APIRL: Deep Reinforcement Learning for REST API Fuzzing
Myles Foley, Sergio Maffeis
TL;DR
APIRL tackles REST API fuzzing by framing it as a deep reinforcement learning problem that uses a transformer-based embedding of API responses to inform mutation decisions. The method integrates a fixed action space of 23 mutations with a DQN that consumes a hybrid observation consisting of a RoBERTa embedding and lightweight state features, guided by a reward emphasizing server-side errors. Key contributions include a novel feedback mechanism from JSON-structured responses, extensive ablation studies on reward design and architecture, and superior bug-finding performance with fewer test cases across 26 real-world REST APIs. This work demonstrates the practical impact of combining rich response representations with reinforcement learning to improve efficiency and generalization in API fuzzing, offering a blueprint for robust automated testing of evolving web services.
Abstract
REST APIs have become key components of web services.
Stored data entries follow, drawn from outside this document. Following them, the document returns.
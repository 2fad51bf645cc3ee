import { EstimationError } from '../estimation-error';
import { pointElasticity } from '../welfare/point-elasticity';
import {
  demandScheduleSchema,
  type DemandSchedule,
  type DemandScheduleRow,
} from './demand-schedule-schema';
import type { FittedDemandCurve } from './fitted-demand-curve';

/** Prices of the schedule: listed, or `steps` equally spaced prices from `from` to `to`. */
export type PriceGrid =
  | { readonly prices: readonly number[] }
  | { readonly from: number; readonly to: number; readonly steps: number };

/**
 * Tabulates a fitted demand curve over a price grid: predicted quantity or share with its band,
 * revenue and point elasticity at each price, flagging prices outside the fitted range as
 * extrapolation. The result is checked against `demandScheduleSchema`.
 */
export function buildDemandSchedule(
  curve: FittedDemandCurve,
  grid: PriceGrid,
  confidenceLevel = 0.95,
): DemandSchedule {
  if (!(confidenceLevel > 0 && confidenceLevel < 1)) {
    throw new EstimationError(
      'invalid-value',
      'confidence level must lie in (0, 1)',
      'confidenceLevel',
    );
  }
  const prices = gridPrices(grid);
  const { min, max } = curve.observedPriceRange;
  const rows = prices.map((price): DemandScheduleRow => {
    const quantity = curve.quantity(price);
    const band = curve.quantityInterval?.(price, confidenceLevel);
    return {
      price,
      quantity,
      ciLow: band ? band.low : null,
      ciHigh: band ? band.high : null,
      revenue: price * quantity,
      elasticity:
        curve.discrete || !(quantity > 0) || price === 0 ? null : pointElasticity(curve, price),
      extrapolated: price < min || price > max,
    };
  });
  return demandScheduleSchema.parse({
    method: curve.method,
    quantityKind: curve.quantityKind,
    n: curve.n,
    confidenceLevel,
    observedPriceRange: { min, max },
    rows,
    assumptions: [
      `predictions from ${curve.description}`,
      curve.quantityInterval
        ? `${Math.round(confidenceLevel * 100)} % band for the mean prediction`
        : 'no confidence band for this model',
      curve.quantityKind === 'share'
        ? 'revenue per potential buyer (price × share)'
        : 'revenue = price × quantity',
      `prices outside ${min}–${max} are extrapolation`,
    ],
  });
}

function gridPrices(grid: PriceGrid): number[] {
  const prices =
    'prices' in grid
      ? [...grid.prices]
      : (() => {
          if (!(Number.isInteger(grid.steps) && grid.steps >= 2) || !(grid.to > grid.from)) {
            throw new EstimationError(
              'invalid-value',
              'a price grid needs to > from and at least 2 steps',
              'grid',
            );
          }
          return Array.from(
            { length: grid.steps },
            (_, k) => grid.from + ((grid.to - grid.from) * k) / (grid.steps - 1),
          );
        })();
  if (prices.length === 0)
    throw new EstimationError('too-few-observations', 'the price grid is empty', 'grid');
  prices.forEach((p, i) => {
    if (!(Number.isFinite(p) && p >= 0))
      throw new EstimationError(
        'invalid-value',
        `grid price ${i + 1} must be a number ≥ 0`,
        'grid',
      );
    if (i > 0 && !(p > prices[i - 1]))
      throw new EstimationError('invalid-value', 'grid prices must strictly increase', 'grid');
  });
  return prices;
}
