// `npm start`: set up whatever is missing, then run the local stack and serve the app.
import { prepare, runTypeScript } from './bootstrap.mjs';

// Ctrl-C reaches the whole process group; the stack below cleans up, this wrapper just waits.
process.on('SIGINT', () => {});
process.on('SIGTERM', () => {});

try {
  prepare(['postgresql']);
} catch (error) {
  process.stderr.write(`[fieldcurve] set-up failed: ${error.message}\n`);
  process.exit(1);
}
process.exit(runTypeScript('tools/stack/serve.ts', process.argv.slice(2)));
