import { z } from 'zod';
import { storableText } from '../storable/storable-text';
import { columnMappingListSchema, columnMappingSchema } from './dataset-columns';

/** Body of POST /api/studies/:studyId/datasets: import a complete upload with a mapping. */
export const datasetImportSchema = z.strictObject({
  uploadId: z.uuid({ error: 'Choose an uploaded file' }),
  name: storableText().trim().min(1, 'Name the dataset').max(120, 'At most 120 characters'),
  columns: columnMappingListSchema,
});
export type DatasetImport = z.infer<typeof datasetImportSchema>;

/** One problem of an import, where it is in the file. */
export const importProblemSchema = z.object({
  /** 1-based file line (the header is line 1); null for a problem of the whole file. */
  line: z.number().nullable(),
  column: z.string().nullable(),
  message: z.string(),
});
export type ImportProblem = z.infer<typeof importProblemSchema>;

export const datasetStatuses = ['importing', 'imported', 'failed'] as const;

/** A dataset as listed and polled. */
export const datasetResourceSchema = z.object({
  id: z.uuid(),
  studyId: z.uuid(),
  name: z.string(),
  fileName: z.string(),
  status: z.enum(datasetStatuses),
  rowCount: z.number(),
  /** Bytes of the file read so far by the import (its progress). */
  bytesRead: z.number(),
  totalBytes: z.number(),
  columns: z.array(columnMappingSchema),
  contentHash: z.string(),
  problems: z.array(importProblemSchema),
  importedBy: z.string().nullable(),
  createdAt: z.string(),
  importedAt: z.string().nullable(),
});
export type DatasetResource = z.infer<typeof datasetResourceSchema>;
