import { normalQuantile } from '../distributions/normal';
import { tQuantile } from '../distributions/student-t';
import { quadraticForm } from '../maximum-likelihood/small-matrix';
import type { PriceRange } from '../welfare/demand-curve';
import { constantElasticityDemand, linearDemand } from '../welfare/standard-curves';
import type { FittedDemandCurve } from './fitted-demand-curve';

/** A two-coefficient demand regression: estimates, their covariance and where it was fitted. */
export interface DemandRegression {
  readonly intercept: number;
  /** Coefficient on price (linear) or on log price (log-log, the elasticity). */
  readonly priceCoefficient: number;
  /** 2×2 covariance of [intercept, priceCoefficient]. */
  readonly covariance: readonly (readonly number[])[];
  /** Residual degrees of freedom for t bands; normal bands when absent. */
  readonly dfResidual?: number;
  readonly observedPriceRange: PriceRange;
  readonly n: number;
}

const critical = (level: number, df?: number) =>
  df === undefined ? normalQuantile(1 - (1 - level) / 2) : tQuantile(1 - (1 - level) / 2, df);

/** Q = intercept + priceCoefficient·P as a fitted curve with a band for the mean prediction. */
export function linearRegressionDemand(fit: DemandRegression): FittedDemandCurve {
  const base = linearDemand(fit.intercept, -fit.priceCoefficient);
  return {
    ...base,
    method: 'linear demand regression',
    quantityKind: 'quantity',
    observedPriceRange: fit.observedPriceRange,
    n: fit.n,
    quantityInterval: (p, level) => {
      const q = fit.intercept + fit.priceCoefficient * p;
      const half =
        critical(level, fit.dfResidual) * Math.sqrt(quadraticForm(fit.covariance, [1, p]));
      return { low: q - half, high: q + half };
    },
  };
}

/**
 * ln Q = intercept + elasticity·ln P as a fitted curve Q = e^intercept·P^elasticity; its band is
 * the interval on the log scale mapped back (a band for the median quantity).
 */
export function logLogRegressionDemand(fit: DemandRegression): FittedDemandCurve {
  const base = constantElasticityDemand(Math.exp(fit.intercept), fit.priceCoefficient, {
    min: 0,
    max: fit.observedPriceRange.max * 2,
  });
  return {
    ...base,
    method: 'log-log (constant-elasticity) demand regression',
    quantityKind: 'quantity',
    observedPriceRange: fit.observedPriceRange,
    n: fit.n,
    quantityInterval: (p, level) => {
      const logQ = fit.intercept + fit.priceCoefficient * Math.log(p);
      const half =
        critical(level, fit.dfResidual) *
        Math.sqrt(quadraticForm(fit.covariance, [1, Math.log(p)]));
      return { low: Math.exp(logQ - half), high: Math.exp(logQ + half) };
    },
  };
}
However, they often contain logic flaws resulting in server side errors or security vulnerabilities. HTTP requests are used as test cases to find and mitigate such issues. Existing methods to modify requests, including those using deep learning, suffer from limited performance and precision, relying on undirected search or making limited usage of the contextual information. In this paper we propose APIRL, a fully automated deep reinforcement learning tool for testing REST APIs. A key novelty of our approach is the use of feedback from a transformer module pre-trained on JSON-structured data, akin to that used in API responses. This allows APIRL to learn the subtleties relating to test outcomes, and generalise to unseen API endpoints. We show APIRL can find significantly more bugs than the state-of-the-art in real world REST APIs while minimising the number of required test cases. We also study how reward functions, and other key design choices, affect learnt policies in a thorough ablation study.